THE DATA:
• • •
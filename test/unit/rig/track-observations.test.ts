/** Which responses a motion track feeds, and in which unit (src/server/repos/track-observations.ts). */
import fc from 'fast-check';
import { describe, expect, it } from 'vitest';
import type { ResponseDefinition } from '@/domain/factors';
import type { TrackSummary } from '@/domain/tracks';
import { derivedObservations } from '@/server/repos/track-observations';

/** A summary with the fields the mapping reads (the rest of TrackSummary is not used here). */
function summary(over: Partial<TrackSummary> = {}): TrackSummary {
  const base: Partial<TrackSummary> = {
    hopCount: 3, sampleCount: 1000, duration: 1.5, medianSamplingInterval: 0.001, gapCount: 0, longestGap: 0.001,
    groundLevel: 0, noiseSigma: 0.0001, flightThreshold: 0.002, meanApexHeight: 0.2, maxApexHeight: 0.21,
    meanHopLength: 0.2, meanFlightTime: 0.404, meanStanceTime: 0.1, meanTakeoffSpeed: 2.04, meanTakeoffAngleDeg: 76,
    meanHorizontalSpeed: 0.4, totalDistance: 0.6, meanFittedGravity: 9.8, meanRestitution: 1, meanLandingError: null,
    energyPerHop: 0.002, costOfTransport: 0.34,
  };
  return { ...base, ...over } as TrackSummary;
}

const response = (name: string, unit?: string): ResponseDefinition => ({ name, unit, goal: 'maximize' }) as ResponseDefinition;

describe('track metrics → responses', () => {
  it('maps names to metrics and converts to the response unit', () => {
    const out = derivedObservations(summary(), [
      response('apex_height', 'mm'),
      response('hop_length', 'cm'),
      response('distance_travelled', 'm'),
      response('energy_per_hop', 'mJ'),
      response('cost_of_transport'),
      response('hops_completed'),
      response('flight_time', 'ms'),
      response('battery_voltage', 'V'),
    ]);
    const byName = Object.fromEntries(out.map((o) => [o.name, o]));
    expect(byName.apex_height!.value).toBeCloseTo(200, 9);
    expect(byName.hop_length!.value).toBeCloseTo(20, 9);
    expect(byName.distance_travelled!.value).toBeCloseTo(0.6, 12);
    expect(byName.energy_per_hop!.value).toBeCloseTo(2, 9);
    expect(byName.cost_of_transport!).toMatchObject({ value: 0.34, metric: 'costOfTransport' });
    expect(byName.hops_completed!).toMatchObject({ value: 3, metric: 'hopCount' });
    expect(byName.flight_time!.value).toBeCloseTo(404, 9);
    expect(byName.battery_voltage).toBeUndefined();
  });

  it('leaves out a response whose unit is of another quantity, and a metric the track could not give', () => {
    expect(derivedObservations(summary(), [response('apex_height', 'mJ')])).toEqual([]);
    expect(derivedObservations(summary({ costOfTransport: null }), [response('cost_of_transport')])).toEqual([]);
  });

  it('gives the same length in m, cm and mm up to the unit factor (property)', () => {
    fc.assert(
      fc.property(fc.double({ min: 0, max: 3, noNaN: true }), (apex) => {
        const [m, cm, mm] = (['m', 'cm', 'mm'] as const).map((u) => derivedObservations(summary({ meanApexHeight: apex }), [response('apex', u)])[0]!.value);
        expect(cm).toBeCloseTo(m! * 100, 9);
        expect(mm).toBeCloseTo(m! * 1000, 9);
      }),
    );
  });
});
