def test_zone_model_on_ring_heaters(readings):
    rd, power = readings
    assert power == pytest.approx(Q * math.pi * sum(b ** 2 - a ** 2 for a, b in RINGS) * (1 - 0.25 * (1 - WEAK) / 3),
                                  rel=2e-3)   # scikit-fem vs the elementary integral of the pattern
    with threadpool_limits(1):
        res = inverse.fit(case(), rd, model="zones", grid=(40, 72))
    cover, errs, p_err = _report(res, power)
    assert res.summary["model"] == "zones"
    # the sensor table's fitted values are the answer's prediction at the sensors (zone levels
    # included, and the left-out modes' part given the residual, as predict has it), and the
    # healthy readings it kept lie within a few sd of it
    t = res.sensors.set_index("sensor").loc[list(rd.names)]
    columns = res.posterior.figures(lambda d: d.sensors(rd.r, rd.theta, rd.z), res.design)[0]
    mean, sd, _, _ = res.predict(rd.r, rd.theta, rd.z)
    np.testing.assert_allclose(t["fitted"].to_numpy(), mean, rtol=0, atol=1e-9)
    # the left-out modes' share at a kept sensor is small against predict's sd
    assert np.max(np.abs(mean - columns) / sd) < 0.5
    kept = t["flag"].to_numpy() != "set aside"
    assert np.max(np.abs(t["standardized"].to_numpy()[kept])) < 4.0
    # issue 9's goals: zone means within 2 sd, pointwise 95 % coverage >= 0.85 in every
    # scenario (the [0.90, 0.99] window is for the pooled figure, tests/test_scenarios.py);
    # the sharpness check below keeps the bands from buying coverage with width
    assert all(abs(e) <= 2.0 for e in errs.values())   # truth: the flux given to scikit-fem
    assert cover >= 0.85                               # truth: the flux given to scikit-fem
    assert abs(p_err) <= 2.0                           # truth: scikit-fem heat in
    # sharp as well as calibrated: mean half band well below the truth's own spread
    g = res.grid
    spread = np.std(truth(g.r_m.to_numpy(), g.theta_rad.to_numpy()))
    # 0.2: the figure measured with the ramps' present room (0.192) and a small margin; our
    # own bound, no source, meant to catch bands that grow.  It was 0.1 while the zone model took every edge as
    # declared (sharp): measured 0.055 then, 0.118 with the average over edge widths
    # (zone_edges.edge_widths: 0 and 5 mm here, weights 0.57 / 0.43), 0.15 until the ramps' room
    # went from a quarter to half the gap between rings (zone_edges.EDGE_ROOM: 0, 8 and 10 mm
    # here; measured 0.192), which soft heater edges need.  This truth is exactly sharp;
    # within a few mm of each edge the readings, 4-8 mm deep, cannot tell a sharp edge from a
    # 10 mm one, so the bands there are wide.
    assert np.mean(g.upper - g.lower) / 2 <= 0.2 * spread
    # delivered fraction of the weak element (nominal given): 60 % within 2 sd
    weak = next(z for z in res.summary["zones"] if z["name"] == "middle0")
    assert abs(weak["delivered_fraction"] - WEAK) <= 2.0 * weak["delivered_fraction_sd"]
    assert set(res.summary["model_weights"]) == {"smooth", "zones"}
    assert sum(res.summary["model_weights"].values()) == pytest.approx(1.0)
    # summary.json carries the model choice and the delivered fractions
    from heatsight.data_io.fit_outputs import summary_dict

    out = summary_dict(res)
    assert out["model"] == "zones" and out["model_weights"] == res.summary["model_weights"]
    weak_out = next(z for z in out["zones"] if z["name"] == "middle0")
    assert weak_out["delivered_fraction"] == weak["delivered_fraction"] and weak_out["nominal_W"] > 0
    # the edge widths the zone model was averaged over (rings 20 mm apart on a 120 mm radius:
    # sharp, 1/15 of the radius, and 2/15 capped at half the gap) and their weights
    assert out["zone_edge_widths_m"] == pytest.approx([0.0, 0.008, 0.010])
    assert sum(out["zone_edge_weights"]) == pytest.approx(1.0)


def test_evidence_prefers_zones_on_ring_heaters(readings):
    rd, power = readings
    with threadpool_limits(1):
        auto = inverse.fit(case(), rd, model="auto", grid=(12, 24))
        smooth = inverse.fit(case(), rd, model="smooth", grid=(12, 24))
        default = inverse.fit(case(), rd, grid=(12, 24))
    print(f"\nlog evidence {auto.summary['model_evidence']}")
    assert smooth.summary["model"] == "smooth" and "model_weights" not in smooth.summary
    assert auto.summary["model"] == "zones"
    assert auto.summary["model_weights"]["zones"] >= 0.95
    assert default.summary["model"] == "zones"           # "auto" is the default


def test_zone_columns_match_fem_fields():
    # The zone column at interior points is the field of the zone's indicator flux on the
    # bottom (other faces homogeneous: top h with zero ambient, insulated rim).  Reference:
    # scikit-fem with the ring's edges on mesh nodes, one solve per harmonic for a sector
    # (cos coefficients of the 90-degree window: 1/4 and 2 sin(m pi/4) / (pi m), elementary).
    from heatsight.inverse.design import Design
    from heatsight.inverse.functionals import functional_matrix
    from heatsight.inverse.zone_columns import ZoneDesign

    faces = {"bottom": fw.UnknownFlux(), "top": fw.Convection(H, TAMB), "side": fw.Insulated()}
    design = Design(fw.Cylinder(A, L, K), faces, 1e-8, 6, 10)
    ring = inverse.Zone("ring", "bottom", (0.0, 2 * math.pi), r=RINGS[1])
    sector = inverse.Zone("sector", "bottom", WEAK_SPAN, r=RINGS[1])
    zd = ZoneDesign(design, [ring, sector], nearest=0.006)
    rng = np.random.default_rng(1)
    r, th, z = A * np.sqrt(rng.uniform(0, 0.95, 10)), rng.uniform(0, 2 * math.pi, 10), np.full(10, 0.006)
    G, _ = zd.sensors(r, th, z)
    step = lambda s: _ring(s, RINGS[1])  # noqa: E731
    n_harm = 40
    fem = solve_field(A, L, K, {(m, "cos"): {"bottom": ("N", (lambda s, m=m: step(s) * (
        0.25 if m == 0 else 2 * math.sin(0.25 * m * math.pi) / (math.pi * m)))),
        "top": ("R", H, 0.0), "side": ("N", 0.0)} for m in range(n_harm + 1)}, nr=120, nz=12)
    fem_ring = solve_field(A, L, K, {(0, "cos"): {"bottom": ("N", step), "top": ("R", H, 0.0),
                                                  "side": ("N", 0.0)}}, nr=120, nz=12)
    ring_ref, sector_ref = fem_ring.temperature(r, th, z), fem.temperature(r, th, z)
    print("\nring rel err", np.max(np.abs(G[:, -2] / ring_ref - 1)), "sector abs err / max",
          np.max(np.abs(G[:, -1] - sector_ref)) / np.max(np.abs(sector_ref)))
    np.testing.assert_allclose(G[:, -2], ring_ref, rtol=1e-4)                                # scikit-fem
    assert np.max(np.abs(G[:, -1] - sector_ref)) <= 1e-4 * np.max(np.abs(sector_ref))      # scikit-fem, 40 harmonics
    # heat in of each column: the zone's area (elementary), the face mean its area fraction
    names, F, k = functional_matrix(zd, [ring, sector])
    area = math.pi * (RINGS[1][1] ** 2 - RINGS[1][0] ** 2)
    assert F[1, -2] == pytest.approx(area, rel=1e-10) and F[1, -1] == pytest.approx(area / 4, rel=1e-10)
    assert F[names.index("sector"), -1] == pytest.approx(1.0, rel=1e-12)


def test_zone_columns_with_edges_match_fem_fields():
    # Edges of width w: a linear ramp centred on each edge.  The angular window with ramps
    # of width d = w / r_mid is the sharp window convolved with a box of width d, so its cos
    # coefficients are those of the sharp window times sin(m d / 2) / (m d / 2) (convolution
    # theorem); reference fields from scikit-fem with the ramps' ends on mesh nodes.
    from heatsight.inverse.design import Design
    from heatsight.inverse.zone_columns import ZoneDesign

    w = 0.004
    faces = {"bottom": fw.UnknownFlux(), "top": fw.Convection(H, TAMB), "side": fw.Insulated()}
    design = Design(fw.Cylinder(A, L, K), faces, 1e-8, 6, 10)
    sector = inverse.Zone("sector", "bottom", WEAK_SPAN, r=RINGS[1], edge=w)
    zd = ZoneDesign(design, [sector], nearest=0.006)
    rng = np.random.default_rng(3)
    r, th, z = A * np.sqrt(rng.uniform(0, 0.95, 10)), rng.uniform(0, 2 * math.pi, 10), np.full(10, 0.006)
    G, _ = zd.sensors(r, th, z)

    def radial(s):
        return np.clip((s - RINGS[1][0]) / w + 0.5, 0, 1) * np.clip((RINGS[1][1] - s) / w + 0.5, 0, 1)

    d = w / (0.5 * sum(RINGS[1]))
    coef = [0.25] + [2 * math.sin(0.25 * m * math.pi) / (math.pi * m) * math.sin(0.5 * m * d) / (0.5 * m * d)
                     for m in range(1, 41)]
    fem = solve_field(A, L, K, {(m, "cos"): {"bottom": ("N", (lambda s, m=m: radial(s) * coef[m])),
                                             "top": ("R", H, 0.0), "side": ("N", 0.0)} for m in range(41)},
                      nr=120, nz=12)
    ref = fem.temperature(r, th, z)
    print("\nedged sector abs err / max", np.max(np.abs(G[:, -1] - ref)) / np.max(np.abs(ref)))
    assert np.max(np.abs(G[:, -1] - ref)) <= 1e-4 * np.max(np.abs(ref))      # scikit-fem, 40 harmonics


def test_evidence_keeps_the_smooth_model_on_a_smooth_truth():
    # The bundled demo: readings from scikit-fem (demo_data/generate_demo.py) of a platen
    # whose outer heater weakens smoothly around 150 deg; its five zones are regions, not
    # heaters with sharp edges, so the evidence should prefer the smooth model. With the zone
    # levels' prior on the smooth model's own amplitude scale (zones.ZONE_LEVEL_FACTORS) the
    # zone model keeps 0.37 of the weight (it took under 0.05 with the old prior of 10x the
    # face's level, whose Occam penalty alone decided); the zone means stay within 2 sd.
    from importlib.resources import files

    import heatsight

    case = files("heatsight.demo_data") / "platen.toml"
    with threadpool_limits(1):
        res = heatsight.fit(str(case), model="auto", grid=(8, 12))
    print(f"\ndemo: {res.raw.summary['model_weights']}")
    assert res.raw.summary["model"] == "smooth"
    assert res.raw.summary["model_weights"]["smooth"] >= 0.5
    truth = json.loads((files("heatsight.demo_data") / "truth.json").read_text())["zone_mean_W_m2"]
    for z in res.raw.summary["zones"]:          # the demo's finite-element truth
        assert abs(z["mean"] - truth[z["name"]]) <= 2.0 * z["sd"], z


def test_learned_zone_posterior_equals_the_componentwise_joint_solve(readings, monkeypatch):
    """The zone model's learned posterior (c, z) from the remainder's mixture and the zone
    levels' conditional (zones.ZoneModel.learned_fit) against the direct route: the joint
    posterior of (c, z) solved for every (alpha, l, s, rho, s0) component, then moment-matched."""
    from heatsight.inverse import zones as zm
    seen = {}
    original = zm.ZoneModel.learned_fit

    def spy(self, kept, *args, **kwargs):
        out = original(self, kept, *args, **kwargs)
        if "fit" not in seen:         # the first edge width's (sharp edges)
            seen["model"], seen["kept"], seen["fit"] = self, kept, out
        return out

    monkeypatch.setattr(zm.ZoneModel, "learned_fit", spy)
    with threadpool_limits(1):          # here and in the direct route: two test workers share two cores
        inverse.fit(case(), readings[0], model="zones", grid=(6, 12))
        _componentwise_check(seen["model"], seen["kept"], seen["fit"])


def _componentwise_check(model, kept, fit):
    """The joint posterior of (c, z) by dense inverses (numpy.linalg.inv), one per component,
    moment-matched, against the zone model's learned fit."""
    idx = np.flatnonzero(kept)
    smooth = model.smooth.subset(idx)
    X = np.hstack([smooth.G, model.Gz[idx]])
    W = smooth.noise.whiten(X)
    H, b0 = W.T @ W, W.T @ smooth.noise.whiten(smooth.d - smooth.t0)
    x0 = np.concatenate([np.zeros(model.P.size), model.mu])
    eye = np.eye(H.shape[0])
    means, ws, cov_sum = [], [], np.zeros_like(H)
    for P, alphas, w in fit.prior.components():        # one batched inverse per (l, s, rho, s0)
        prec = np.hstack([np.multiply.outer(alphas, P), np.broadcast_to(1.0 / model.s ** 2, (alphas.size, model.s.size))])
        C = np.linalg.inv(H + prec[:, :, None] * eye)
        means.append(np.einsum("kij,kj->ki", C, b0 + prec * x0))
        ws.append(w)
        cov_sum += np.einsum("k,kij->ij", w, C)
    ws = np.concatenate(ws)
    M = np.vstack(means)
    mean = ws @ M / ws.sum()
    cov = cov_sum / ws.sum() + (M - mean).T @ ((M - mean) * (ws / ws.sum())[:, None])
    scale = np.sqrt(np.diag(cov))
    np.testing.assert_allclose(fit.c, mean, atol=1e-6 * float(np.max(np.abs(mean))))
    np.testing.assert_allclose(fit.C / np.outer(scale, scale), cov / np.outer(scale, scale), atol=1e-6)
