class MagnetItem(_Table):
    """One ``[[magnets]]`` table: extents or windings, exactly one of them."""

    id: Ident = Field(description="an id such as 'MR1'")
    floor: str = Field(description="the id of a floor")
    name: str = ""
    center: Point3 = Field(description="the isocentre [x, y, z] (z above the floor)")
    axis: Axis = Field(description="the bore direction [ax, ay, az]")
    field: _v(_central_field) = Field(description="the central field such as '1.5 T'")
    extents: tuple[ExtentItem, ...] = ()
    envelope: OptionalPositiveLength = None
    coils: tuple[MagnetCoilItem, ...] = ()

    @model_validator(mode="after")
    def _one_description(self, info):
        if bool(self.extents) == bool(self.coils):
            which = "both were given" if self.extents else "neither was given"
            raise Problem(("", "expected exactly one of 'extents' (isogauss distances) or "
                               f"'coils' (windings); {which}"))
        unit = _unit(info, "field_unit", "mT")
        problems, seen = [], {}
        for i, ext in enumerate(self.extents):
            if ext.level >= self.field:
                problems.append((f".extents[{i}].level",
                                 f"expected a level below the central field "
                                 f"{format_field(self.field, 'T')}, got "
                                 f"{format_field(ext.level, 'T')}"))
            if ext.level in seen:
                problems.append((f".extents[{i}].level",
                                 f"duplicate level {format_field(ext.level, unit)} "
                                 f"(the same as extents[{seen[ext.level]}])"))
            seen.setdefault(ext.level, i)
        if problems:
            raise Problem(*problems)
        return self


class CoilItem(_Table):
    """One ``[[coils]]`` table; a solenoid needs a length, a loop has none."""

    id: Ident = Field(description="an id such as 'C1'")
    floor: str = Field(description="the id of a floor")
    kind: Literal["loop", "solenoid"] = Field(description="'loop' or 'solenoid'")
    center: Point3 = Field(description="the centre [x, y, z] (z above the floor)")
    axis: Axis = Field(description="the coil axis [ax, ay, az]")
    radius: PositiveLength = Field(description="the radius, e.g. '0.5 m'")
    length: OptionalPositiveLength = None
    turns: Turns = Field(description="a number of turns > 0")
    current: Current = Field(description="a current such as '10 A'")

    @model_validator(mode="after")
    def _length_for_solenoids(self):
        if self.kind == "solenoid" and self.length is None:
            raise Problem((".length", "missing required key 'length' "
                                      "(a solenoid needs its length, e.g. '0.5 m')"))
        if self.kind == "loop" and self.length is not None:
            raise Problem((".length", "unexpected key 'length': a loop has no length "
                                      "(use kind = 'solenoid')"))
        return self


class CableItem(_Table):
    """One ``[[cables]]`` table; current flows from the first point to the last."""

    id: Ident = Field(description="an id such as 'FEED1'")
    floor: str = Field(description="the id of a floor")
    path: _v(_path, tuple[tuple[float, float, float], ...]) = Field(
        description="a path [[x, y, z], ...] of at least 2 points")
    current: Current = Field(description="a current such as '400 A'")


class DipoleItem(_Table):
    """One ``[[dipoles]]`` table."""

    id: Ident = Field(description="an id such as 'TX1'")
    floor: str = Field(description="the id of a floor")
    center: Point3 = Field(description="the centre [x, y, z] (z above the floor)")
    moment: _v(_moment, tuple[float, float, float]) = Field(
        description="a moment [mx, my, mz] in A m^2")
• • •
Each line from the first line of the listing through the line containing "const base: Partial<TrackSummary>" must be set down exactly; no other line belongs in the answer.

filename test/unit/rig/track-observations.test.ts
/** Which responses a motion track feeds, and in which unit (src/server/repos/track-observations.ts). */
import fc from 'fast-check';
import { describe, expect, it } from 'vitest';
import type { ResponseDefinition } from '@/domain/factors';
import type { TrackSummary } from '@/domain/tracks';
import { derivedObservations } from '@/server/repos/track-observations';

/** A summary with the fields the mapping reads (the rest of TrackSummary is not used here). */
function summary(over: Partial<TrackSummary> = {}): TrackSummary {
  const base: Partial<TrackSummary> = {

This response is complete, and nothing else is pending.